How Northern Lights Affect Your Local Power and Light

For centuries, scientists have looked up at the northern sky to see the colorful aurora borealis and wished they could see more. Thanks to the new Polar satellite, that wish has come true.

Traveling an orbit that arcs high over the North Pole, Polar's instruments let scientists see the entire auroral show. But this is more than celestial voyeurism. There are immediate earthly benefits to these observations. Understanding these storms could save utility and oil companies millions of dollars.

As the Northern Lights flash, they send 100,000-ampere electric currents throughout the northern upper atmosphere. The magnetic fields associated with those currents can reach down to induce electric currents that speed up corrosion of the 800-mile Alaska oil pipeline. Excited by outbursts of solar particles, the changing auroral fields can interact with the ground to knock out electric power transmission grids as far south as Texas.

If an aurora hits during a heat wave, when air conditioners and ice-cream makers force electric utilities to run at full capacity, the sudden magnetic surge could knock out the entire East Coast.

The ability finally to see what the aurora is doing through the Polar satellite has energized auroral scientists. "This is our golden opportunity ... to understand what we can predict, and how well we will be able to predict" auroral events that have such economically important impacts on the ground, said Louis Frank of the University of Iowa in Iowa City as he showed off some of Polar's first images during last week's meeting of the American Geophysical Union here.

Mario Acua of the NASA Goddard Space Flight Center in Greenbelt, Md., also stressed the importance of developing as enhanced a forecasting ability as possible in cooperation with the present National Space Weather Program that watches for solar storms. Even a half hour's warning could help utilities put their power transmissions systems in configurations that would make them less vulnerable. Better understanding of the whole auroral phenomenon would also help designers of future pipelines build in safeguards against corrosion.

Polar is one of a fleet of satellites in the International Solar Terrestrial Physics program. In that program, European, Japanese, and American satellites are monitoring the sun and the space environment around Earth. The aim is to understand how Earth responds to whatever the sun is throwing at us.

Like an embattled star ship in science fiction, Earth has its shield up to deflect the solar assault. As the solar wind sends electrified, magnetized particles, Earth's own magnetic field deflects the particles, creating a buffer zone between the planet and the solar wind.

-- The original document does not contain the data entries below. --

def interval(
    effect: str,
    method: str | None = None,
    confidence: float = 0.95,
    *,
    successes=None,
    trials=None,
    treatment=None,
    control=None,
) -> Interval:
    """Return a two-sided confidence interval for one proportion or one two-group comparison.

    Parameters
    ----------
    effect : {"proportion", "difference", "ratio", "odds-ratio"}
    method : str, optional
        One of :data:`METHODS[effect] <METHODS>`; the default is :data:`DEFAULT_METHOD[effect]`.
    confidence : float
        Coverage in (0, 1).
    successes, trials : int
        The counts of the single group (``effect="proportion"``).
    treatment, control : tuple[int, int]
        ``(successes, trials)`` of each group for the two-group effects.
    """
    check_method(effect, tuple(METHODS), "effect")
    method = DEFAULT_METHOD[effect] if method is None else method
    check_method(method, METHODS[effect])
    confidence = check_confidence(confidence)
    z = np.array([z_two_sided(confidence)])
    if effect == "proportion":
        x, n = as_counts(successes, trials, "group")
        lower, upper = proportion_bounds(x, n, method, z, z)
        return Interval(
            effect, method, confidence, float(x[0] / n[0]), float(lower[0]), float(upper[0]),
            tuple(interval_warnings(effect, method, x[0], n[0])),
        )
    x1, n1 = as_counts(treatment[0], treatment[1], "treatment")
    x2, n2 = as_counts(control[0], control[1], "control")
    lower, upper = effect_bounds(effect, x1, n1, x2, n2, method, z, z)
    p1, p2, diff, ratio, odds = rate_estimates(x1, n1, x2, n2)
    est = {"difference": diff, "ratio": ratio, "odds-ratio": odds}[effect][0]
    return Interval(
        effect, method, confidence, finite_or_none(est), finite_or_none(lower[0]), finite_or_none(upper[0]),
        tuple(interval_warnings(effect, method, x1[0], n1[0], x2[0], n2[0])),
    )
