"""A bare Flask JSON endpoint: the reference that /v1/tests is measured against (benchmarks/run_all.py).

Served by the same gunicorn command and configuration file as the service (docker/gunicorn.conf.py), it
does what any Flask JSON view does and nothing more: parse the JSON body, answer a fixed dict of the same
shape and about the same size as a /v1/tests answer (about 1 kB). No validation, no statistics, no request
id, metrics or access log.
"""

from __future__ import annotations

from flask import Flask, jsonify, request

ANSWER = {
    "method": "z-pooled",
    "method_reason": "every expected count under the null is at least 5 (the smallest is 441), so the normal "
                     "approximation is adequate: pooled z-test",
    "statistic": 2.083363232995052, "p_value": 0.0372181269670275, "log10_p_value": -1.4292454868837245,
    "alpha": 0.05, "reject_null": True, "alternative": "two-sided", "null_value": 0.0, "effect": "difference",
    "continuity_correction": False,
    "estimate": {"control_rate": 0.042782969885773625, "treatment_rate": 0.04907272348405918,
                 "difference": 0.006289753598285555, "relative_lift": 0.14701535716381042,
                 "odds_ratio": 1.1546021034357679},
    "interval": {"method": "farrington-manning", "confidence": 0.95, "lower": 0.0003732132488841826,
                 "upper": 0.01222852518875411},
    "assumptions": {"min_expected_count": 440.76523819429997, "threshold": 5.0, "normal_approximation_ok": True},
    "warnings": [],
    "summary": "Treatment 4.91% vs control 4.28%: a difference of +0.63 percentage points (95% CI +0.04 to +1.22 "
               "points); p = 0.0372, so the data show a difference between the rates at the 5% level (pooled "
               "z-test).",
}


def create_app() -> Flask:
    """Return the bare application: POST /v1/tests echoes a fixed answer, GET /readyz says ready."""
    app = Flask(__name__)

    @app.post("/v1/tests")
    def tests():
        request.get_json()
        return jsonify(ANSWER)

    @app.get("/readyz")
    def readyz():
        return jsonify(status="ready")

    return app
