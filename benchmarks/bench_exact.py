"""Benchmark the exact unconditional tests against scipy.stats (run by hand, not by pytest).

    cd /work/main && PYTHONPATH=service /tmp/venv/bin/python benchmarks/bench_exact.py

For each size it times proportio's boschloo_exact (best of a few runs) and
scipy.stats.boschloo_exact with its default grid (one run: at 1,000 trials per group scipy
takes tens of seconds), and prints the ratio, the target and the p-value difference.
A positive difference means proportio found a larger supremum than scipy's grid search;
the script then evaluates the rejection probability at the nuisance value proportio
reports, showing that the larger value is attained. The tables are invented scenarios
(sign-ups per landing page variant, treatment against control).
"""

from __future__ import annotations

import math
import sys
import time
from pathlib import Path

sys.path.insert(0, str(Path(__file__).resolve().parents[1] / "service"))

import numpy as np  # noqa: E402
from scipy import stats  # noqa: E402
from scipy.special import gammaln  # noqa: E402

from proportio.stats import exact  # noqa: E402

# (trials per group, [(x_t, x_c), ...], target speed-up or None, scipy runs for this size)
CASES = [
    (50, [(15, 7), (9, 3)], None, 2),
    (300, [(52, 40), (25, 12)], 10.0, 2),
    (1000, [(170, 130), (512, 488)], 20.0, 1),
]


def best_time(func, args: tuple, repeat: int) -> tuple[float, object]:
    best, result = math.inf, None
    for _ in range(repeat):
        start = time.perf_counter()
        result = func(*args)
        best = min(best, time.perf_counter() - start)
    return best, result


def region_probability(x_t: int, n_t: int, x_c: int, n_c: int, side: str, pi: float) -> float:
    """P_pi of one side's Boschloo region, summed table by table (an independent check)."""
    upper = side == "greater"
    n = n_t + n_c
    tails = {}
    for s in range(n + 1):
        lo, hi = max(0, s - n_c), min(n_t, s)
        terms = [math.comb(n_t, a) * math.comb(n_c, s - a) for a in range(lo, hi + 1)]
        total = math.comb(n, s)
        running = 0
        order = range(len(terms) - 1, -1, -1) if upper else range(len(terms))
        for k in order:
            running += terms[k]
            tails[(lo + k, s - lo - k)] = (running / total, terms[k])
    cut = tails[(x_t, x_c)][0] * (1 + 1e-13)
    return sum(
        math.exp(math.log(weight) + (a + b) * math.log(pi) + (n - a - b) * math.log1p(-pi))
        for (a, b), (fisher_p, weight) in tails.items()
        if fisher_p <= cut
    )


def barnard_check(x_t: int, x_c: int, n: int, pi: float) -> tuple[list[tuple[int, int]], float]:
    """Explain a Barnard difference: exact ties scipy leaves out, and P(region) at ``pi``.

    With equal groups, z^2 = (a - b)^2 (2n) / (n s (2n - s)) with s = a + b, so
    |z| >= |z0| is decided exactly in integers by (a - b)^2 v0 >= (a0 - b0)^2 v with
    v = s (2n - s) (z = 0 where a = b). scipy.stats.barnard_exact compares rounded z values.
    """
    a = np.arange(n + 1, dtype=np.int64)[:, None]
    b = np.arange(n + 1, dtype=np.int64)[None, :]
    s = a + b
    v = s * (2 * n - s)
    s0 = x_t + x_c
    left, right = (a - b) ** 2 * (s0 * (2 * n - s0)), (x_t - x_c) ** 2 * v
    region = (left >= right) & (a != b) | (x_t == x_c)
    tied = (left == right) & (a != b)
    p1, p2 = a / n, b / n
    p = s / (2 * n)
    with np.errstate(divide="ignore", invalid="ignore"):
        z = (p1 - p2) / np.sqrt(p * (1 - p) * (2 / n))
    z[p1 == p2] = 0
    dropped = tied & ~(np.abs(z) >= abs(z[x_t, x_c]))
    log_binom = gammaln(n + 1.0) - gammaln(np.arange(n + 1) + 1.0) - gammaln(n - np.arange(n + 1) + 1.0)
    log_w = log_binom[:, None] + log_binom[None, :] + s * math.log(pi) + (2 * n - s) * math.log1p(-pi)
    probability = float(np.exp(log_w[region]).sum())
    return [(int(i), int(j)) for i, j in zip(*np.nonzero(dropped), strict=True)], probability


def main() -> None:
    print(
        f"limits per group: boschloo {exact.MAX_TRIALS_PER_GROUP_BOSCHLOO}, "
        f"barnard {exact.MAX_TRIALS_PER_GROUP_BARNARD}, fisher {exact.MAX_TRIALS_FISHER}"
    )
    header = (
        f"{'n/group':>7} {'table':>19} {'ours s':>8} {'scipy s':>8} {'ratio':>7} {'target':>7} "
        f"{'ours p':>13} {'scipy p':>13} {'ours-scipy':>11}"
    )
    print("boschloo_exact, two-sided, scipy.stats.boschloo_exact with its default n=32")
    print(header)
    for n, tables, target, scipy_runs in CASES:
        for i, (x_t, x_c) in enumerate(tables):
            ours_t, ours = best_time(exact.boschloo_exact, (x_t, n, x_c, n), 3)
            label = f"{x_t}/{n} v {x_c}/{n}"
            if i >= scipy_runs:
                print(f"{n:>7} {label:>19} {ours_t:8.3f} {'(skip)':>8} {'':>7} {'':>7} {ours.pvalue:13.10f}")
                continue
            table = [[x_t, x_c], [n - x_t, n - x_c]]
            scipy_t, ref = best_time(stats.boschloo_exact, (table,), 1)
            ratio = scipy_t / ours_t
            goal = f"{target:>6.0f}x" if target else f"{'-':>7}"
            diff = ours.pvalue - ref.pvalue
            print(
                f"{n:>7} {label:>19} {ours_t:8.3f} {scipy_t:8.2f} {ratio:6.1f}x {goal} "
                f"{ours.pvalue:13.10f} {ref.pvalue:13.10f} {diff:11.2e}"
            )
            if diff > 1e-6 and n <= 300:
                # Which side set the two-sided p-value, and the probability of its region at
                # the reported nuisance value, summed directly.
                side = min(("greater", "less"), key=lambda s: exact.boschloo_exact(x_t, n, x_c, n, s).pvalue)
                at = region_probability(x_t, n, x_c, n, side, ours.nuisance)
                print(
                    f"{'':>7} scipy's grid misses the maximum: 2 x P(region) at pi = {ours.nuisance:.6f} "
                    f"is {min(1.0, 2 * at):.10f}"
                )

    print()
    print("barnard_exact, two-sided pooled, scipy.stats.barnard_exact with its default n=32 (no target)")
    print(header)
    for n, tables, _, _ in CASES:
        x_t, x_c = tables[0]
        ours_t, ours = best_time(exact.barnard_exact, (x_t, n, x_c, n), 3)
        table = [[x_t, x_c], [n - x_t, n - x_c]]
        scipy_t, ref = best_time(stats.barnard_exact, (table,), 1)
        print(
            f"{n:>7} {f'{x_t}/{n} v {x_c}/{n}':>19} {ours_t:8.3f} {scipy_t:8.2f} {scipy_t / ours_t:6.1f}x "
            f"{'-':>7} {ours.pvalue:13.10f} {ref.pvalue:13.10f} {ours.pvalue - ref.pvalue:11.2e}"
        )
        if ours.pvalue - ref.pvalue > 1e-9:
            dropped, at = barnard_check(x_t, x_c, n, ours.nuisance)
            why = (
                f"scipy leaves out {len(dropped)} table(s) tied exactly with |z0|, e.g. {dropped[:2]}"
                if dropped
                else "same region; scipy's grid misses the maximum"
            )
            print(f"{'':>7} {why}; P(region) at pi = {ours.nuisance:.6f}, summed table by table: {at:.10f}")

    print()
    n = exact.MAX_TRIALS_PER_GROUP_BOSCHLOO
    print(f"at the limit ({n} per group), proportio only, one run each")
    for x_t, x_c in [(1000, 1000), (946, 1024), (300, 260), (1990, 1963)]:
        for name, func in (
            ("boschloo two-sided", exact.boschloo_exact),
            ("barnard two-sided", exact.barnard_exact),
        ):
            elapsed, res = best_time(func, (x_t, n, x_c, n), 1)
            print(f"{name:>19} {x_t}/{n} v {x_c}/{n}: {elapsed:6.3f} s  p = {res.pvalue:.6g}")
    big = 10**6
    elapsed, res = best_time(exact.fisher_exact, (500_300, big, 499_000, big), 3)
    print(f"{'fisher two-sided':>19} 500300/{big} v 499000/{big}: {elapsed:6.4f} s  p = {res.pvalue:.6g}")


if __name__ == "__main__":
    main()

THIS zone, called Earth's magnetosphere, has weak points over the North and South Poles. This is where the force lines of Earth's magnetic field connect to the planet. They form conduits by which charged particles can flow down into the atmosphere. There the particles interact with gases in the air to cause the Northern Lights. They also make the air electrically conducting so massive currents can flow. During solar-induced magnetic storms, the energy associated with this action is on the order of 100 million megawatts - enough to light up New York City.

Polar, which was launched Feb. 24, is in an orbit that ranges from 3,200 miles high over the South Pole to over 32,000 miles out from the North Pole. The satellite takes 17.5 hours to complete one revolution, with much of that time spent where it can see the northern aurora.

Polar has 11 instruments that measure particles and electromagnetic fields in the magnetosphere. For the first time, scientists are able to see both the nightside and the dayside sections of the aurora. The sun's glare washes out dayside aurorae in visible light. Polar's X-ray and ultraviolet eyes aren't affected by glare.